> _Prompt_
Only the lines from the start of the entries up to and including the line with "const prior = validateSafety(safety);" should be written out, exactly as they stand.

▬▬▬

function safetyCheck(safety: SafetyRule, toxicities: number | null | undefined, n: number): { prob: number; decision: LookDecision | null } {
  if (toxicities === null || toxicities === undefined)
    throw new StatsDomainError("toxicities", toxicities, "is required when the design has a safety rule");
  requireData(toxicities, n);
  const prior = validateSafety(safety);
  const prob = safetyProbabilityFromPosterior(safety, posteriorMixture(prior, toxicities, n));
  if (exceedsThreshold(prob, safety.thetaS))
    return {
      prob,
      decision: {
        action: "stop",
        stop: "safety",
        reason: `Posterior probability that the toxicity rate exceeds ${safetyLimitPhrase(safety)} is ${formatAgainst(prob, safety.thetaS)}, above the toxicity alarm level ${safety.thetaS} (${toxicities} toxicities in ${n} patients): the data favour stopping for safety.`,
      },
    };
  return { prob, decision: null };
}

function finalDecision(prob: number, thetaT: number, what: string): LookDecision {
  const shown = formatAgainst(prob, thetaT);
  return exceedsThreshold(prob, thetaT)
    ? { action: "final", success: true, reason: `Final analysis: posterior probability that ${what} is ${shown}, above the success threshold ${thetaT}: the trial meets its success criterion.` }
    : { action: "final", success: false, reason: `Final analysis: posterior probability that ${what} is ${shown}, not above the success threshold ${thetaT}: the trial does not meet its success criterion.` };
}

function withSafetyNote(decision: LookDecision, safetyProb: number | null, safety: SafetyRule | null): LookDecision {
  if (safetyProb === null || !safety) return decision;
  return {
    ...decision,
    reason: `${decision.reason} No safety signal: posterior probability that the toxicity rate exceeds ${safetyLimitPhrase(safety)} is ${formatAgainst(safetyProb, safety.thetaS)}, not above the toxicity alarm level ${safety.thetaS}.`,
  };
}

// ---------------------------------------------------------------------------------------------
// Decisions
// ---------------------------------------------------------------------------------------------
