import "server-only";
/**
 * CLOSED where marked: the DMC's recommendations. The decision and date are open (blinded roles
 * read them through fetchRecommendationsOpen in db/queries/open-status.ts); the rationale is
 * closed and is selected only here, by callers that have passed viewClosed or
 * recordRecommendation. Rows are never updated or deleted: a correction is a new row whose
 * corrects_id names the row it corrects.
 */
import { db, type Tx } from "../knex";
import type { RecommendationDecision } from "../types";

export { RECOMMENDATION_DECISIONS } from "@/lib/domain";

/** CLOSED: a recommendation with its rationale and signature. */
type RecommendationClosed = {
  id: number;
  trialId: number;
  analysisId: number;
  lookNumber: number;
  decision: RecommendationDecision;
  rationale: string;
  correctsId: number | null;
  /** Id of the later entry that corrects this one, if any. */
  correctedById: number | null;
  /** The review version of the look the recommendation was made on. */
  reviewVersion: number;
  /** True when the look has been reopened after this recommendation (a later review version is in force). */
  superseded: boolean;
  recordedAt: Date;
  signatureId: number;
  signerName: string;
  signerEmail: string;
  signatureMeaning: string;
  signedAt: Date;
  recordHash: string;
};

function closedQuery(tx: Tx) {
  return tx("recommendations as r")
    .join("analyses as a", "a.id", "r.analysis_id")
    .join("signatures as s", "s.id", "r.signature_id")
    .leftJoin("recommendations as c", "c.corrects_id", "r.id")
    .select(
      "r.id",
      "r.trial_id as trialId",
      "r.analysis_id as analysisId",
      "a.look_number as lookNumber",
      "r.decision",
      "r.rationale",
      "r.corrects_id as correctsId",
      "c.id as correctedById",
      "r.created_at as recordedAt",
      "r.signature_id as signatureId",
      "s.signer_name as signerName",
      "s.signer_email as signerEmail",
      "s.meaning as signatureMeaning",
      "s.signed_at as signedAt",
      "s.record_hash as recordHash",
      "r.review_version as reviewVersion",
      tx.raw("(r.review_version < a.review_version) as superseded"),
    );
}

const withFlag = <T extends { superseded: unknown }>(r: T) => ({ ...r, superseded: Boolean(r.superseded) });

/** CLOSED: every recommendation of a trial (optionally one analysis), newest first. */
export async function fetchRecommendationsClosed(trialId: number, analysisId?: number, tx: Tx = db): Promise<RecommendationClosed[]> {
  const q = closedQuery(tx).where("r.trial_id", trialId).orderBy("r.id", "desc");
  if (analysisId !== undefined) q.where("r.analysis_id", analysisId);
  return (await q).map(withFlag);
}

/**
 * Ids of the recommendations of an analysis, made on its review version in force, that no later
 * entry corrects (normally at most one). Recommendations of an earlier review version are superseded.
 */
export async function fetchCurrentRecommendationIds(tx: Tx, analysisId: number, reviewVersion: number): Promise<number[]> {
  const rows: { id: number }[] = await tx("recommendations as r")
    .where("r.analysis_id", analysisId)
    .where("r.review_version", reviewVersion)
    .whereNotExists(tx("recommendations as c").whereRaw("c.corrects_id = r.id"))
    .select("r.id");
  return rows.map((r) => r.id);
}

type NewRecommendation = {
  trialId: number;
  analysisId: number;
  decision: RecommendationDecision;
  rationale: string;
  correctsId: number | null;
  signatureId: number;
  createdBy: number;
  createdAt: Date;
  reviewVersion: number;
  /** A committee's recommendation: the meeting, the tally of the votes, the dissent (closed). */
  meetingId?: number | null;
  tally?: unknown;
  dissent?: string | null;
};

export async function insertRecommendation(tx: Tx, r: NewRecommendation): Promise<number> {
  const [id] = await tx("recommendations").insert({
    trial_id: r.trialId,
    analysis_id: r.analysisId,
    decision: r.decision,
    rationale: r.rationale,
    corrects_id: r.correctsId,
    signature_id: r.signatureId,
    created_by: r.createdBy,
    created_at: r.createdAt,
    review_version: r.reviewVersion,
    meeting_id: r.meetingId ?? null,
    tally_json: r.tally === undefined || r.tally === null ? null : JSON.stringify(r.tally),
    dissent: r.dissent ?? null,
  });
  return id;
}

/** CLOSED: a signature's id and the hash of the record it signed (the hash of a look's counts is closed: few possible values). */
type SignatureProvenance = { signatureId: number; recordHash: string; signerName: string; meaning: string; signedAt: Date };

/** CLOSED: the signature that locked a look in its current version, and the one that locked its design. */
export async function fetchReviewSignatures(analysisId: number, tx: Tx = db): Promise<{ lock: SignatureProvenance | null; design: SignatureProvenance | null }> {
  const cols = (alias: string) => [`${alias}.id as signatureId`, `${alias}.record_hash as recordHash`, `${alias}.signer_name as signerName`, `${alias}.meaning`, `${alias}.signed_at as signedAt`];
  const lock = await tx("analyses as a").join("signatures as s", "s.id", "a.lock_signature_id").where("a.id", analysisId).first(cols("s"));
  const design = await tx("analyses as a").join("designs as d", "d.id", "a.design_id").join("signatures as s", "s.id", "d.signature_id").where("a.id", analysisId).first(cols("s"));
  return { lock: lock ?? null, design: design ?? null };
}
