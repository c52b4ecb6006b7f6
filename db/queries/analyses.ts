import "server-only";
import { db, type Tx } from "../knex";
import type { AnalysisOpenRow, AnalysisStatus } from "../types";
import { ANALYSIS_OPEN_COLUMNS } from "./open-status";

/** A look that an amendment moved to the newly locked design (recorded in the design_locked audit row). */
type MovedLook = { analysisId: number; lookNumber: number; status: AnalysisStatus; fromDesignId: number; toDesignId: number; fromPlannedN: number; plannedN: number };

/**
 * Creates one planned analysis per look of a newly locked design. Looks already locked or reviewed
 * stay on the design they were locked under. Looks not yet locked follow the new design: those
 * without data are replaced by the new schedule, and those already holding counts are moved to it
 * (design and, when their planned size is not in the new schedule, the next free planned size).
 * Returns the moved looks.
 */
export async function createPlannedLooks(tx: Tx, trialId: number, designId: number, lookSizes: number[]): Promise<MovedLook[]> {
  const existing: AnalysisOpenRow[] = await tx("analyses").where({ trial_id: trialId }).select(ANALYSIS_OPEN_COLUMNS);
  const done = existing.filter((a) => a.status === "locked" || a.status === "reviewed");
  const doneMax = Math.max(0, ...done.map((d) => d.planned_n));
  await tx("analyses")
    .where({ trial_id: trialId })
    .whereIn("status", ["planned", "open"])
    .whereNotExists(tx("analysis_arm_counts").whereRaw("analysis_arm_counts.analysis_id = analyses.id"))
    .delete();
  const withData: AnalysisOpenRow[] = await tx("analyses").where({ trial_id: trialId }).whereIn("status", ["planned", "open"]).orderBy("look_number").select(ANALYSIS_OPEN_COLUMNS);
  const available = lookSizes.filter((n) => n > doneMax);
  const taken = new Set<number>();
  const moved: MovedLook[] = [];
  for (const a of withData) {
    let plannedN = a.planned_n;
    if (!available.includes(plannedN) || taken.has(plannedN)) plannedN = available.find((n) => !taken.has(n) && !withData.some((o) => o !== a && o.planned_n === n)) ?? a.planned_n;
    taken.add(plannedN);
    if (a.design_id === designId && plannedN === a.planned_n) continue;
    await tx("analyses")
      .where({ id: a.id })
      .update({ design_id: designId, planned_n: plannedN, row_version: tx.raw("row_version + 1"), updated_at: new Date() });
    moved.push({ analysisId: a.id, lookNumber: a.look_number, status: a.status, fromDesignId: a.design_id, toDesignId: designId, fromPlannedN: a.planned_n, plannedN });
  }
  const kept = await tx("analyses").where({ trial_id: trialId }).select("look_number", "planned_n");
  const keptSizes = new Set(kept.map((k: { planned_n: number }) => k.planned_n));
  let next = Math.max(0, ...kept.map((k: { look_number: number }) => k.look_number)) + 1;
  const fresh = lookSizes.filter((n) => !keptSizes.has(n) && n > doneMax);
  if (fresh.length)
    await tx("analyses").insert(fresh.map((n) => ({ trial_id: trialId, design_id: designId, look_number: next++, planned_n: n, status: "planned" })));
  return moved;
}

export async function fetchAnalysesOpen(trialId: number, tx: Tx = db): Promise<AnalysisOpenRow[]> {
  return tx("analyses").where({ trial_id: trialId }).select(ANALYSIS_OPEN_COLUMNS).orderBy("look_number");
}

/**
 * Optimistic concurrency: the update applies only if row_version is still the one the editor
 * loaded. Returns false when someone else saved first.
 */
export async function updateAnalysisOpenFields(
  tx: Tx,
  analysisId: number,
  rowVersion: number,
  fields: Partial<{ cutoff_date: string | null; enrolled_total: number | null; status: AnalysisStatus; locked_at: Date | null; reviewed_at: Date | null; lock_signature_id: number | null; amendment_count: number; review_version: number; design_id: number; planned_n: number }>,
): Promise<boolean> {
  const n = await tx("analyses")
    .where({ id: analysisId, row_version: rowVersion })
    .update({ ...fields, row_version: rowVersion + 1, updated_at: new Date() });
  return n === 1;
}

export type AnalysisLockedRow = AnalysisOpenRow & { lock_signature_id: number | null };

/**
 * Reads a look inside a write transaction and holds its row lock until commit, so two saves of the
 * same look queue here and the second sees the first's row_version.
 */
export async function fetchAnalysisForUpdate(tx: Tx, analysisId: number): Promise<AnalysisLockedRow | undefined> {
  return tx("analyses")
    .where({ id: analysisId })
    .forUpdate()
    .first([...ANALYSIS_OPEN_COLUMNS, "lock_signature_id"]);
}

/** The latest cut-off before this look and the earliest after it (open information). */
export async function fetchNeighbourCutoffs(trialId: number, lookNumber: number, tx: Tx = db): Promise<{ before: string | null; after: string | null }> {
  const before = await tx("analyses").where({ trial_id: trialId }).where("look_number", "<", lookNumber).whereNotNull("cutoff_date").max({ d: "cutoff_date" }).first();
  const after = await tx("analyses").where({ trial_id: trialId }).where("look_number", ">", lookNumber).whereNotNull("cutoff_date").min({ d: "cutoff_date" }).first();
  return { before: (before?.d as string | null) ?? null, after: (after?.d as string | null) ?? null };
}

type LockSignatureInfo = { signerName: string; signedAt: Date; meaning: string };

/** The e-signature that locked a look (open information: who signed, when, meaning). */
export async function fetchLockSignature(analysisId: number, tx: Tx = db): Promise<LockSignatureInfo | undefined> {
  return tx("analyses as a")
    .join("signatures as s", "s.id", "a.lock_signature_id")
    .where("a.id", analysisId)
    .first("s.signer_name as signerName", "s.signed_at as signedAt", "s.meaning");
}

▬▬▬

> _Expected answer_
function safetyCheck(safety: SafetyRule, toxicities: number | null | undefined, n: number): { prob: number; decision: LookDecision | null } {
  if (toxicities === null || toxicities === undefined)
    throw new StatsDomainError("toxicities", toxicities, "is required when the design has a safety rule");
  requireData(toxicities, n);
  const prior = validateSafety(safety);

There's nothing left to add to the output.